Uptown e downtown, Parigi e New York, tradizione e pop, Basquiat e Warhol: Louis Vuitton e Supreme. È una collezione che già fa parlare di sé quella per il prossimo autunno-inverno di Louis Vuitton realizzata dal direttore creativo per la linea maschile della Maison Kim Jones.

Stili, epoche, forme, colori, tessuti: tutto collabora e coesiste nel nuovo universo firmato dalla griffe parigina in un inno alla squillante New York che dagli anni ‘70 a gli anni ‘90 ha influenzato intere generazioni. “Artisti e musicisti, amici ed eroi” erano il cuore pulsante della Grande Mela che con l’Hip Hop, la rivincita del denim e la sua inconfondibile street-elegance ha incantato il mondo. Cinque personaggi dominavano la scena in quel periodo: Jean-Michel Basquiat, Julian Schnabel, Keith Haring, Robert Mapplethorpe e Andy Warhol. È da qui che parte Kim Jones per rileggere lo stile Vuitton, alleggerendolo in chiave frizzante e contemporanea.
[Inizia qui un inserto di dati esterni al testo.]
def _moving_average(loaded: dict[str, Any], chart: dict[str, Any], within: tuple[int, ...], _: int) -> _At:
    def at(shift: float, scale: float) -> _Found:
        given = {"span": chart["span"], "limit": chart["sigma_multiple"], "shift": shift, "scale": scale}
        found = _of_law(moving.moving_average_law(**given), within, lambda: moving.steady_state_arl(**given))
        # The weights of a step take more than the steps themselves.
        return _Found(found.run, found.within, found.steady_state_arl, 28 * found.operations)

    return at


def _mewma(loaded: dict[str, Any], chart: dict[str, Any], within: tuple[int, ...], asked: int) -> _At:
    if "scales" in loaded:
        raise UnusableParameter.of(
            "not-for-this-chart", "Several variables are told by shifts of their mean alone.", "scales"
        )
    for index, shift in enumerate(loaded.get("shifts", np.empty(0)).tolist()):
        if shift < 0:
            raise UnusableParameter.of(
                "negative-distance",
                "A shift of several variables is a distance, and not negative.",
                "shifts",
                index,
            )
    p, smoothing, exact = chart["variables"], chart["smoothing"], chart["limits"] == "time-varying"
    if ("limit" in chart) == ("in_control_arl" in chart):
        raise UnusableParameter.of(
            "one-limit",
            "Give the limit, or the in-control run length that it follows from.",
            "mewma",
            "limit",
        )

    def check(limit: float) -> float:
        kernel = (350.0 + 6.0 * p + 30.0 * max(p - 10, 0)) * mewma.work(smoothing, limit, exact=exact)
        kernel += _MOST_POINTS / smoothing * mewma.step_work(smoothing, limit)
        if kernel > MOST_OPERATIONS:
            raise UnusableParameter.of(
                "too-much-work",
                "With so small a smoothing constant, and a limit so far out, the run length takes longer than is "
                "allowed; take a larger smoothing constant, or asymptotic limits.",
                "mewma",
                "smoothing",
            )
        return kernel

    limit = chart.get("limit")
    if limit is None:
        with located(**{name: ("mewma", name) for name in chart}):
            # Far from what one shift takes, and near enough to what the chart will be.
            check(mewma.limit_for(p, smoothing, chart["in_control_arl"]))
            limit = mewma.limit_for(p, smoothing, chart["in_control_arl"], exact=exact)
    kernel = check(limit)

    def at(shift: float, scale: float) -> _Found:
        try:
            law = mewma.mewma_law(p, smoothing, limit, shift, exact=exact)
        except UnusableParameter as error:
            if error.faults[0].code != "not-settled":
                raise
            raise UnusableParameter.of(
                "not-settled",
                "With this limit the chart signals too seldom, or settles too slowly, for its run length to be "
                "computed.",
                "limits",
            ) from error
        found = _of_law(law, within, lambda: mewma.steady_state_arl(p, smoothing, limit, shift))
        return _Found(
            found.run, found.within, found.steady_state_arl, found.operations + kernel / max(asked, 1)
        )

    return at


_LIMITS = {
    "shewhart": "sigma_multiple",
    "ewma": "limit",
    "cusum": "decision",
    "moving_average": "sigma_multiple",
    "mewma": "limit",
}
_ROADS = {
    "shewhart": _shewhart,
    "ewma": _ewma,
    "cusum": _cusum,
    "moving_average": _moving_average,
    "mewma": _mewma,
}


def _of_counts(
    loaded: dict[str, Any], chart: dict[str, Any], within: tuple[int, ...], hours: float | None
) -> list[dict[str, Any]]:
    for name in ("shifts", "scales"):
        if name in loaded:
            raise UnusableParameter.of(
                "not-for-this-chart", "Counts shift by factors on their mean; give `factors`.", name
            )
    binomial, mean, size = chart["law"] == "binomial", chart["mean"], chart["size"]
    if binomial and not (mean < 1 and size == int(size)):
        raise UnusableParameter.of(
            "not-binomial",
            "A binomial chart needs a proportion below 1 and a whole number of units.",
            "counts",
            "mean" if mean >= 1 else "size",
        )
    rules = rules_of(chart.get("rules"), "counts", "rules")
    lines = count_lines(binomial, mean, np.array([float(size)]), count_basis(chart))
    drawn = {
        "centre": float(lines.centre[0]),
        "sigma": float(lines.sd[0]),
        "lower": float(lines.lower[0]),
        "upper": float(lines.upper[0]),
    }
    calm = count_law(binomial, mean, float(size))
    factors = loaded.get("factors", np.array(USUAL_FACTORS)).tolist()
    if "factors" not in loaded and binomial:
        factors = [factor for factor in factors if mean * factor < 1]
    allowance = Allowance(len(factors), "factors")
    told = []
    for at, factor in enumerate(factors):
        if binomial and mean * factor >= 1:
            raise UnusableParameter.of(
                "proportion-above-one", f"{factor:g} times {mean:g} is no proportion below 1.", "factors", at
            )
        shifted = count_law(binomial, mean * factor, float(size))

        def steady(shifted: Any = shifted) -> float | None:
            law = steady_run_law(rules, shifted, calm, **drawn)
            return None if law is None else law.run_length().arl

        with located(rules=("counts", "rules"), limits=("counts", "sigma_multiple")):
            law = run_law(rules, shifted, **drawn)
            found = _of_law(law, within, steady)
        told.append(_told(found, within, hours, factor=factor))
        allowance.take(found.operations)
    return told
Fulcro della collezione la capsule tra la Maison e il brand Supreme, osannato da skater e amanti dello street-style. La tradizione artigianale centenaria di Vuitton a braccetto con il pop incisivo di Supreme, il Monogam e il celebre lettering del marchio newyorkese: l’unione di due icone. Bauli, borsoni, marsupi, zaini e sciarpe si tingono di rosso ospitando la perfetta coesione dei due brand. Ad accompagnare la collezione è un uomo nuovo, più rilassato, reinterprete dell’eleganza. Pantaloni ampi, pullover allungati, blazer sartoriali morbidi, bluse in seta, pigiami con stampe di pubblicità anni Trenta, montoni, cappotti e impermeabili portati con disinvoltura. I materiali pregiati che hanno fatto la fama di Louis Vuitton come l’alligatore, il cashmere e la pelle sono indossati senza alcun tipo di ostentazione e convivono con tagli moderni, pattern camouflage e tessuti tecnici.

Kim Jones mette in scena a Parigi una collezione che non poteva che essere un clamoroso successo: un viaggio nella New York di oggi e di allora, un invito ad abbattere confini, oltrepassare le regole e vivere con spensieratezza, proprio come a suo tempo amavano fare Warhol e Basquiat.